[Problem statement]
Look through the entries below and extract exactly the lines from the one containing "p90Finish: string | null;" through the one containing "a window). */", ends included.

[Source data]
======

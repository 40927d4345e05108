// "Window chance fell below" alerts (docs/domain.md#forecast-uncertainty): worked by hand on two
// plans of one operation at one worksite, and the e-mail's words from the shared status words.
import { describe, expect, it } from 'vitest';
import { chanceDrops, type PlanSummary } from '../../shared/alerts/compare-plans';
import { describeChange, shortChange } from '../../server/services/alert-mail';

const plan = (windows: PlanSummary['windows']): PlanSummary => ({
  operationId: 'op',
  siteId: 'site',
  operationName: 'Cable pull-in',
  siteName: 'Landfall',
  timeZone: 'UTC',
  tr: 6,
  windows,
  earliestStart: windows[0]?.start ?? null,
  startNow: false,
  occurrences: [],
});
const NOW = Date.parse('2026-12-03T06:00:00Z');
const w = (start: string, end: string, chance: number | null) => ({
  start,
  end,
  hours: (Date.parse(end) - Date.parse(start)) / 3_600_000,
  chance,
});

describe('window chance fell below a threshold', () => {
  it('fires once the overlapping window drops from at or above to below the threshold', () => {
    const before = plan([w('2026-12-03T12:00:00Z', '2026-12-04T00:00:00Z', 0.62), w('2026-12-05T00:00:00Z', '2026-12-05T12:00:00Z', 0.3)]);
    const after = plan([w('2026-12-03T13:00:00Z', '2026-12-04T00:00:00Z', 0.43), w('2026-12-05T00:00:00Z', '2026-12-05T12:00:00Z', 0.2)]);
    const got = chanceDrops(before, after, 0.5, NOW);
    // Only the first: the second was already below 50 % before (no new news).
    expect(got).toHaveLength(1);
    expect(got[0]).toMatchObject({
      kind: 'window_chance_fell',
      start: '2026-12-03T13:00:00Z',
      chance: 0.43,
      previousChance: 0.62,
      threshold: 0.5,
    });
    // Exactly at the threshold is not below it.
    expect(chanceDrops(before, plan([w('2026-12-03T13:00:00Z', '2026-12-04T00:00:00Z', 0.5)]), 0.5, NOW)).toEqual([]);
    // No chances (a single forecast) or no previous plan: nothing.
    expect(chanceDrops(before, plan([w('2026-12-03T13:00:00Z', '2026-12-04T00:00:00Z', null)]), 0.5, NOW)).toEqual([]);
    expect(chanceDrops(undefined, after, 0.5, NOW)).toEqual([]);
    // A window whose last start (end - TR) has passed says nothing.
    expect(chanceDrops(before, after, 0.5, Date.parse('2026-12-03T18:30:00Z'))).toEqual([]);
  });

  it('says so in the shared status words', () => {
    const before = plan([w('2026-12-03T12:00:00Z', '2026-12-04T00:00:00Z', 0.62)]);
    const after = plan([w('2026-12-03T12:00:00Z', '2026-12-04T00:00:00Z', 0.43)]);
    const [c] = chanceDrops(before, after, 0.5, NOW);
    expect(describeChange(c, after)).toBe(
      'Window chance fell below 50 %: the window Thu 3 Dec 12:00 to Fri 4 Dec 00:00 (12 h) now has a chance to hold TR of 43 % (was 62 %). The plan still counts it workable; the ensemble doubts it.',
    );
    expect(shortChange(c, 'UTC')).toBe('window chance fell below 50 % (Thu 3 Dec 12:00)');
  });
});
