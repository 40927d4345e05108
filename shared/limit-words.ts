/** A limit named in words, as crews read it in alerts and e-mails. */
const LIMIT_WORDS: Record<string, string> = {
  hs: 'wave height (Hs)',
  hsTpCurve: 'the Hs–Tp limit curve',
  tpMin: 'a peak period below the minimum',
  tpMax: 'a peak period above the maximum',
  tpBand: 'a peak period in an excluded band',
  bedVelocity: 'near-bed orbital velocity',
  wind: 'wind speed',
  minDepth: 'too little water (below the minimum depth)',
  maxDepth: 'too much water (above the maximum depth)',
  current: 'current speed',
  tideWindow: 'outside the tide window',
  hsTarget: 'wave height of a sea partition (swell or wind sea)',
  noData: 'missing sea data',
};

export const limitWords = (name: string | null | undefined) => (name ? (LIMIT_WORDS[name] ?? name) : null);
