// Dataset answers shared by the API and the client.
export interface DatasetSummary {
  id: string;
  name: string;
  kind: 'hindcast' | 'forecast' | 'observation';
  dataPoint: { name: string; latitude: number | null; longitude: number | null; depthM: number | null };
  source: { kind: 'upload' | 'service'; fileName: string | null; format: string | null; issuedAt: string | null };
  stepMinutes: number;
  start: string;
  end: string;
  records: number;
  variables: string[];
  missing: Record<string, number>;
  derived: Record<string, number>;
  /** Share of records missing Hs, 0-1. */
  missingShare: number;
  /**
   * Wind height correction used at import: the anemometer height (m above the sea, 10 = already at
   * 10 m) and the exponent a of U10 = Uz (10/z)^a; nulls when not stated (forecasts from the
   * service, datasets stored before this was asked).
   */
  wind: { anemometerHeightM: number | null; exponent: number | null };
  /**
   * What the dataset's water-level column holds (docs/domain.md#tide): 'chart-datum' (m above the
   * worksite's chart datum, wins over the predicted tide) or 'residual' (surge added to it); null
   * without a water-level column.
   */
  waterLevelReference: 'chart-datum' | 'residual' | null;
  /** Records a regular series of this step would hold from start to end. */
  expectedRecords: number;
  /** Of those, rows absent from the data altogether (not the same as a row with a missing value). */
  absentRecords: number;
  /** Share of the expected records without an Hs value: missing values and absent rows together, 0-1. */
  hsGapShare: number;
  /** Ensemble members stored beside the control (0: a single forecast; docs/domain.md#forecast-uncertainty). */
  ensembleMembers: number;
  /** In the project's list: the dataset statistics use when none is named (chosen, else the newest hindcast). */
  statisticsDefault?: boolean;
  createdAt: string;
}

export interface DatasetDetail extends DatasetSummary {
  importReport: Record<string, unknown>;
}

/** 201 answer of an import. */
export interface ImportAnswer {
  id: string;
  records: number;
  start: string;
  end: string;
  stepMinutes: number;
  variables: string[];
  missing: Record<string, number>;
  skipped: number;
  /** The wind height correction used (see DatasetSummary.wind). */
  wind: { anemometerHeightM: number | null; exponent: number | null };
  /** Set when this import made a dataset shorter than a year the default for statistics. */
  warning: string | null;
  /** NetCDF imports: the point read, the variables used and what was read but not stored. */
  netcdf?: NetcdfImportInfo;
}

/** One point of a NetCDF grid, as listed for choosing. */
export interface NetcdfGridPoint {
  /** Index along the grid's dimensions (send it back as `gridPoint`). */
  index: number[];
  lat: number | null;
  lon: number | null;
  /** Share of the wave height values missing, 0-1 (over 0.5 is never chosen by default). */
  missingShare: number;
  /** Great-circle distance to the project's data point, km (null without positions). */
  distanceKm: number | null;
}

/** What a NetCDF file holds, before import (`POST .../datasets/netcdf-points`). */
export interface NetcdfPointsAnswer {
  format: 'netcdf4' | 'classic';
  dimensions: string[];
  points: NetcdfGridPoint[];
  /** Index of the sea point nearest the data point (null: none qualifies or no positions). */
  nearest: number[] | null;
  dataPoint: { name: string; lat: number | null; lon: number | null };
  /** Variables found, role = variable (how it was found). */
  variables: { role: string; variable: string; via: string }[];
  times: { count: number; first: string | null; last: string | null };
}

/** The NetCDF part of an import report. */
export interface NetcdfImportInfo {
  format: 'netcdf4' | 'classic';
  point: {
    index: number[];
    lat: number | null;
    lon: number | null;
    distanceKm: number | null;
    missingShare: number;
    chosen: 'nearest' | 'given' | 'single';
  };
  variables: { role: string; variable: string; via: string }[];
  /** Partitions found in the file (wind sea, primary swell...). */
  partitionsRead: string[];
  /**
   * Optional columns stored beside the total sea state (`windSea.hs`, `swell1.tp`, `waterLevel`,
   * `currentSpeed`, ...; shared/seadata/extra-columns.ts), sorted.
   */
  extraStored: string[];
  /** Plain statement of what was read but is not stored (the swell as a whole). */
  notStored: string[];
  notes: string[];
  depthM: number | null;
}

/** The sea-state columns every series answer has, one value per record: Hs, Tp, direction, wind speed; null = missing. */
export interface SeaStateColumns {
  hs: (number | null)[];
  tp: (number | null)[];
  dir: (number | null)[];
  wind: (number | null)[];
}

/** Records as columnar arrays; times ISO UTC; null = missing. */
export interface RecordsAnswer extends SeaStateColumns {
  time: string[];
  tz: (number | null)[];
  te: (number | null)[];
  windDir: (number | null)[];
  /** Per record: which periods were given in the source (the rest derived). */
  given: { tp: boolean[]; tz: boolean[]; te: boolean[] };
}

export interface MonthlySummaryRow {
  year: number;
  month: number;
  records: number;
  coverage: number;
  hsMean: number | null;
  hsP90: number | null;
}
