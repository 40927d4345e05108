// Concurrency limits: at most `concurrency` tasks run per key at once, a few more wait their
// turn, and beyond that the caller gets a 429. Used per user on heavy reads (long series,
// statistics), so one user looping on them cannot stall everyone else, and for the whole process
// on imports.
import type { Request, RequestHandler } from 'express';
import { HttpError } from './errors';
import { requireUser } from './context';

export interface LimiterOptions {
  /** Tasks running at once per key. */
  concurrency: number;
  /** Tasks waiting per key beyond those; more are refused with 429. */
  queue: number;
  /** What a refused caller is told. */
  busyMessage: string;
}

export class Limiter {
  private readonly running = new Map<string, number>();
  private readonly waiting = new Map<string, (() => void)[]>();
  /** The most tasks seen running at once for any key (tests, diagnostics). */
  peak = 0;

  constructor(readonly options: LimiterOptions) {}

  /** Waits for a slot (or throws 429), runs `fn`, frees the slot. */
  async run<T>(key: string, fn: () => Promise<T>): Promise<T> {
    const release = await this.acquire(key);
    try {
      return await fn();
    } finally {
      release();
    }
  }

  /** A slot for `key`; call the returned function once to free it. */
  async acquire(key: string): Promise<() => void> {
    const running = this.running.get(key) ?? 0;
    if (running >= this.options.concurrency) {
      const queue = this.waiting.get(key) ?? [];
      if (queue.length >= this.options.queue) throw new HttpError('rate_limited', this.options.busyMessage);
      this.waiting.set(key, queue);
      // The slot is handed over by release(): `running` stays counted for the waiter.
      await new Promise<void>((resolve) => queue.push(resolve));
    } else {
      this.running.set(key, running + 1);
    }
    this.peak = Math.max(this.peak, this.running.get(key) ?? 0);
    let released = false;
    return () => {
      if (released) return;
      released = true;
      const queue = this.waiting.get(key);
      const nextWaiter = queue?.shift();
      if (queue && queue.length === 0) this.waiting.delete(key);
      if (nextWaiter) return nextWaiter();
      const n = (this.running.get(key) ?? 1) - 1;
      if (n <= 0) this.running.delete(key);
      else this.running.set(key, n);
    };
  }
}

/**
 * Middleware: holds one of the signed-in caller's heavy-read slots until the answer is sent (or
 * the connection closes). Anonymous callers pass through to the route's own 401.
 */
export function perUser(limiter: Limiter, keyOf: (req: Request) => string | null = (req) => safeUserId(req)): RequestHandler {
  return async (req, res, next) => {
    const key = keyOf(req);
    if (!key) return next();
    let closed = false;
    res.once('close', () => (closed = true));
    const release = await limiter.acquire(key);
    // A caller who left while waiting frees the slot at once.
    if (closed) return release();
    res.once('finish', release);
    res.once('close', release);
    next();
  };
}

function safeUserId(req: Request): string | null {
  try {
    return requireUser(req).id;
  } catch {
    return null;
  }
}
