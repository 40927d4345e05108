/**
 * The one set of status words and letters: the board and its key, the alert e-mails, the daily
 * digest and the calendar feed all take theirs from here, so a crew reads the same word and the
 * same letter for a status wherever it appears (docs/domain.md#hourly-status).
 *
 * An occurrence of a recurring operation is judged over its TR (docs/domain.md#weather-restricted)
 * and said in the same words as an hour: "workable" when every hour of its TR is workable (the
 * engine's `go`), "not workable" when one is not (`no_go`), and so on. An operation that is not
 * weather-restricted gets "not weather-restricted" instead of a verdict.
 */
import type { HourStatus, OccurrenceStatus } from './api-types-plan';

export type StatusWord = HourStatus | 'information';

export interface StatusWording {
  /** The word in running text, lower case: "not workable". */
  word: string;
  /** One character beside the colour, so the status reads without colour. */
  letter: string;
  /** What it means, for the board's key. */
  explain: string;
}

export const STATUS_WORDS: Record<StatusWord, StatusWording> = {
  workable: { word: 'workable', letter: 'W', explain: 'every limit met, with the forecast limit OPWF on Hs' },
  marginal: {
    word: 'marginal',
    letter: 'M',
    explain: 'met at the operation limit OPLIM, not at the forecast limit OPWF: not workable on this forecast',
  },
  not_workable: { word: 'not workable', letter: 'X', explain: 'at least one limit broken' },
  no_data: { word: 'no data', letter: '?', explain: 'a value the limits need is missing: never counted as workable' },
  information: { word: 'not weather-restricted', letter: 'i', explain: 'the operation has no weather limits: shown for information' },
};

/** The hour statuses in the order of the board's key. */
export const HOUR_STATUS_ORDER: HourStatus[] = ['workable', 'marginal', 'not_workable', 'no_data'];

/** An occurrence's status in the words of an hour's (see the module comment). */
export const OCCURRENCE_STATUS_WORD: Record<OccurrenceStatus, StatusWord> = {
  go: 'workable',
  marginal: 'marginal',
  no_go: 'not_workable',
  no_data: 'no_data',
  information: 'information',
};

/** The verdicts an occurrence of a weather-restricted operation can get, in running text. */
export const OCCURRENCE_VERDICTS = `${STATUS_WORDS.workable.word}, ${STATUS_WORDS.marginal.word} or ${STATUS_WORDS.not_workable.word}`;

/** Words with a capital first letter, to start a sentence or a line. */
export const capitalised = (s: string) => s[0].toUpperCase() + s.slice(1);

/** The letter and the word, as a label: "X Not workable". */
export function statusLabel(status: StatusWord): string {
  return `${STATUS_WORDS[status].letter} ${capitalised(STATUS_WORDS[status].word)}`;
}

/** An occurrence's label: "X Not workable" for `no_go`. */
export const occurrenceLabel = (status: OccurrenceStatus) => statusLabel(OCCURRENCE_STATUS_WORD[status]);

/**
 * Whether and when an operation may start, in the alerts, the digest and on screen. `nextStart`
 * and `nextWindow` are followed by a date.
 */
export const START_WORDS = {
  startNow: 'may start now',
  noLongerStartNow: 'may no longer start now',
  nextStart: 'next start',
  noStart: 'no start possible in this forecast',
  nextWindow: 'next window',
  noWindow: 'no window in this forecast',
  newWindow: 'new window',
  windowLost: 'window lost',
  earliestMoved: 'earliest start moved',
  nextOccurrence: 'next occurrence',
} as const;

const MS_PER_HOUR = 3_600_000;

/**
 * When work begun at a go-start ends, the same words on the board and in the e-mails (lower case, to
 * start a sentence capitalise it): planned at
 * go-start + TPOP, at the latest (contingency used up) at go-start + TR. The go-start holds
 * [go-start, go-start + TR) workable (docs/domain.md#weather-windows), so both fall inside the
 * window. `when` writes an instant in the reader's words (date, time, zone as the page or e-mail has them).
 */
export function finishWords(goStartMs: number, tpopH: number, trH: number, when: (ms: number) => string): string {
  return `planned finish ${finishSpan(goStartMs, tpopH, trH, when)}`;
}

/** {@link finishWords} of a go-start that has not come yet: "If started at Tue 8 Dec 01:00: planned finish …". */
export function ifStartedWords(goStartMs: number, tpopH: number, trH: number, when: (ms: number) => string): string {
  return `If started at ${when(goStartMs)}: ${finishWords(goStartMs, tpopH, trH, when)}`;
}

/** {@link finishWords} without its label, for a field already labelled "Planned finish": "Wed 9 Dec 13:00, contingency to Thu 10 Dec 01:00". */
export function finishSpan(goStartMs: number, tpopH: number, trH: number, when: (ms: number) => string): string {
  const planned = when(goStartMs + tpopH * MS_PER_HOUR);
  return trH > tpopH ? `${planned}, contingency to ${when(goStartMs + trH * MS_PER_HOUR)}` : planned;
}

/**
 * Ensemble chances in words (docs/domain.md#forecast-uncertainty), the same on the board, in the
 * chain and in the alerts: a whole percentage of the runs (control and members).
 */
export const CHANCE_WORDS = {
  /** Beside an hour: "chance workable 62 %". */
  hour: 'chance workable',
  /** Beside a window: "chance to hold TR 48 %". */
  window: 'chance to hold TR',
  /** An alert when a window's chance drops below the subscriber's threshold. */
  fellBelow: 'window chance fell below',
} as const;

/** A chance 0-1 as a whole percentage: "62 %" (null: "no ensemble"). */
export function chancePercent(chance: number | null | undefined): string {
  return chance === null || chance === undefined ? 'no ensemble' : `${Math.round(chance * 100)} %`;
}
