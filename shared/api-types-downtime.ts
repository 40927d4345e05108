// Answers of the downtime-schedule routes (workability, campaigns, ledger), shared by the API and
// the client. Shares are fractions 0-1, durations in hours, times ISO 8601 UTC with `Z`, days
// YYYY-MM-DD in the worksite's time zone.
import type { CampaignMonthResult } from './engine/campaign';
import type { MonthStatisticsBase } from './engine/monthly-statistics';
import type { LedgerLimiting } from './schemas/downtime';

export type { LedgerLimiting };

/**
 * Statistics of one calendar month over the hindcast years (docs/domain.md#hindcast-statistics):
 * the engine's own fields, answered as they are.
 */
export type WorkabilityMonth = MonthStatisticsBase;

/** A calendar month over all years: also how many years have records in it. */
export interface WorkabilityCalendarMonth extends WorkabilityMonth {
  years: number;
}

/** One year and month (for the year-by-year heat map); windowsPerMonth equals windows. */
export interface WorkabilityYearMonth extends WorkabilityMonth {
  year: number;
}

/** GET /api/projects/:projectId/workability: one entry per operation at each of its worksites. */
export interface WorkabilityEntry {
  operationId: string;
  operationName: string;
  siteId: string;
  siteName: string;
  /** IANA zone the months are taken in (the worksite's). */
  timeZone: string;
  /** TPOP and TC, h; TR = TPOP + TC sets go-starts and usable windows. */
  tpopHours: number;
  tcHours: number;
  /** Twelve entries, January to December. */
  months: WorkabilityCalendarMonth[];
  /** Every year-month with records, in order. */
  yearMonths: WorkabilityYearMonth[];
}

/** A campaign: ordered steps, each an operation at one of its worksites. */
export interface CampaignResponse {
  id: string;
  name: string;
  steps: { operationId: string; siteId: string }[];
  /** Planned start, ISO UTC; null = none (the finish estimates then start from today). */
  plannedStart: string | null;
  /** Zone of the simulated start dates (the 1st at 00:00). */
  timeZone: string;
  /** The finish date promised in the plan, ISO UTC; null = none. Drawn on the outlook chart. */
  plannedFinish: string | null;
  /** Progress of each step, one entry per step, in order. */
  progress: CampaignStepProgressAnswer[];
  createdAt: string;
  updatedAt: string;
}

/** Progress of one campaign step. */
export interface CampaignStepProgressAnswer {
  /** 0-based step index. */
  index: number;
  status: 'planned' | 'started' | 'done';
  /** Actual start and end, ISO UTC; null when not known or not yet. */
  startedAt: string | null;
  doneAt: string | null;
  /** Where the done time came from: given by hand, or taken from the confirmed ledger days. */
  source: 'hand' | 'ledger' | null;
}

/** Type-7 percentiles of a finish date, ISO UTC; null when every sample is censored. */
export interface OutlookFinish {
  p10: string | null;
  p50: string | null;
  p90: string | null;
}

/** GET /api/projects/:projectId/campaigns/:campaignId/outlook */
export interface CampaignOutlookAnswer {
  campaignId: string;
  /** The clock time the outlook is computed for, ISO UTC. */
  asOf: string;
  /** Issue time of the forecast used, ISO UTC; null without a forecast. */
  forecastIssuedAt: string | null;
  alpha: boolean;
  /** Every step is done: `finish` is the actual end and there are no samples. */
  complete: boolean;
  /** Where the remaining work starts (now, or the end of a step under way), ISO UTC. */
  startFrom: string;
  /** (forecast member or control) x (hindcast year) pairs. */
  samples: number;
  /** Samples that reached the hindcast's end before finishing (left out of the percentiles). */
  censored: number;
  finish: OutlookFinish;
  /** Remaining waiting on weather: finish - startFrom - sum of the remaining TPOP, h. */
  remainingWowHours: { p50: number | null; p90: number | null };
  /** Each remaining step's start (over the samples that reached it). */
  steps: { index: number; p50Start: string | null; p90Start: string | null }[];
  /** The forecast part; null without a forecast. */
  forecast: {
    datasetId: string;
    issuedAt: string | null;
    /** End of the forecast (last record + dt), ISO UTC. */
    end: string;
    /** Samples the forecast gives before the hindcast years: 1 for a deterministic forecast (with alpha), one per member for an ensemble. */
    members: number;
    ensemble: boolean;
    /** Remaining steps that start inside the forecast (the same in every sample of a member; the smallest over members). */
    stepsStartedInForecast: number;
    /** The forecast alone finishes the campaign (every hindcast year then gives the same date). */
    finishedInForecast: boolean;
  } | null;
  /** The hindcast-only outlook from the same start (no forecast): how much the forecast moved the date. */
  hindcast: {
    datasetId: string;
    name: string;
    /** Hindcast years that give a sample. */
    years: number;
    samples: number;
    censored: number;
    finish: OutlookFinish;
    remainingWowHours: { p50: number | null; p90: number | null };
  };
  /** Outlook P50 / P90 finish minus the hindcast-only P50 / P90, h (positive: the forecast delays the finish). */
  forecastShiftHours: { p50: number | null; p90: number | null };
  plannedFinish: string | null;
}

/** GET /api/projects/:projectId/campaigns/:campaignId/outlook/history: one entry per stored outlook, oldest first. */
export interface OutlookHistoryPoint {
  at: string;
  p50: string | null;
  p90: string | null;
  forecastIssuedAt: string | null;
}

/**
 * Simulated duration for one start month (docs/domain.md#hindcast-statistics, #convention-15): the
 * engine's percentiles of duration and waiting on weather (without the year-by-year runs), with the
 * next start date and the finish dates from it.
 */
export interface CampaignMonthAnswer extends Omit<CampaignMonthResult, 'runs'> {
  /** The next start date for this month (the 1st at 00:00 in the campaign's zone, on or after the planned start or today), ISO UTC. */
  startDate: string;
  /** startDate + P50 / P90 duration, ISO UTC; null with no percentile. */
  p50Finish: string | null;
  p90Finish: string | null;
}

/** POST /api/projects/:projectId/campaigns/:campaignId/simulate */
export interface CampaignSimulation {
  campaignId: string;
  dataset: { id: string; name: string; start: string; end: string };
  alpha: boolean;
  timeZone: string;
  /** Sum of the steps' TPOP, h: the duration of a campaign that never waits. */
  sumTpopHours: number;
  /** The steps in order, with how many hours of the hindcast allow a start of each (0: it never finds a window). */
  steps: { operationName: string; siteName: string; trHours: number; goStartHours: number }[];
  /** In words, when a step never finds a window in the whole hindcast (the campaign can never finish); else null. */
  neverStarts: string | null;
  months: CampaignMonthAnswer[];
}

/** One day of one operation at one worksite in the downtime ledger. */
export interface LedgerEntry {
  id: string;
  operationId: string;
  operationName: string;
  siteId: string;
  siteName: string;
  /** Calendar day in the worksite's time zone. */
  day: string;
  /** Hours planned: the day's real length in the worksite's zone (24 h; 23 or 25 h on clock-change days). */
  plannedHours: number;
  /** As proposed from the data: planned hours not workable at OPLIM (no data counts as lost); null for clients. */
  proposedLostHours: number | null;
  proposedLimiting: LedgerLimiting | null;
  /** As confirmed (or corrected) by the coordinator; null while proposed. */
  lostHours: number | null;
  limiting: LedgerLimiting | null;
  note: string;
  /** Where the proposal came from: an observation dataset, else the forecast issues that covered the day (`datasetId`: the one that decided most of it). */
  source: 'observation' | 'forecast';
  datasetId: string | null;
  datasetName: string | null;
  status: 'proposed' | 'confirmed';
  confirmedBy: string | null;
  confirmedAt: string | null;
}

/** POST /api/projects/:projectId/ledger/propose */
export interface LedgerProposeAnswer {
  /** Rows written or updated (proposed ones only). */
  written: number;
  /** Confirmed rows left untouched. */
  keptConfirmed: number;
  /** Days (per worksite) that no observation or forecast dataset covered: nothing proposed. */
  uncovered: { siteId: string; days: string[] }[];
  /** Days (per worksite) not over yet in the worksite's time zone: not proposed. */
  notOver: { siteId: string; days: string[] }[];
  /** Datasets the proposals came from. */
  sources: { id: string; name: string; kind: 'observation' | 'forecast' }[];
}

/** GET /api/projects/:projectId/ledger/monthly: one row per month and operation at a worksite. */
export interface LedgerMonthRow {
  /** YYYY-MM in the worksite's time zone. */
  month: string;
  operationId: string;
  operationName: string;
  siteId: string;
  siteName: string;
  /** Ledger days in the month, and how many of them are confirmed. */
  days: number;
  confirmedDays: number;
  /** Planned and lost hours over the confirmed days. */
  confirmedPlannedHours: number;
  confirmedLostHours: number;
  /** Lost hours still only proposed (not shown to clients). */
  proposedLostHours: number | null;
  /** Hours in the whole calendar month in the worksite's zone. */
  monthHours: number;
  /**
   * Hindcast expectation for this calendar month: P50 and P90 (type 7) over the hindcast years of
   * the month's lost hours (hours not workable at OPLIM); null without a hindcast.
   */
  expectedP50Hours: number | null;
  expectedP90Hours: number | null;
  /** Hindcast years the expectation is taken over. */
  hindcastYears: number;
}

/** GET /api/projects/:projectId/ledger/monthly */
export interface LedgerMonthlyAnswer {
  hindcast: { id: string; name: string } | null;
  /** The expectation's basis: at the forecast limits (true) or at OPLIM (false), as asked. */
  alpha: boolean;
  rows: LedgerMonthRow[];
}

======

[Response to this task]
  p90Finish: string | null;
}

/** POST /api/projects/:projectId/campaigns/:campaignId/simulate */
export interface CampaignSimulation {
  campaignId: string;
  dataset: { id: string; name: string; start: string; end: string };
  alpha: boolean;
  timeZone: string;
  /** Sum of the steps' TPOP, h: the duration of a campaign that never waits. */
  sumTpopHours: number;
  /** The steps in order, with how many hours of the hindcast allow a start of each (0: it never finds a window). */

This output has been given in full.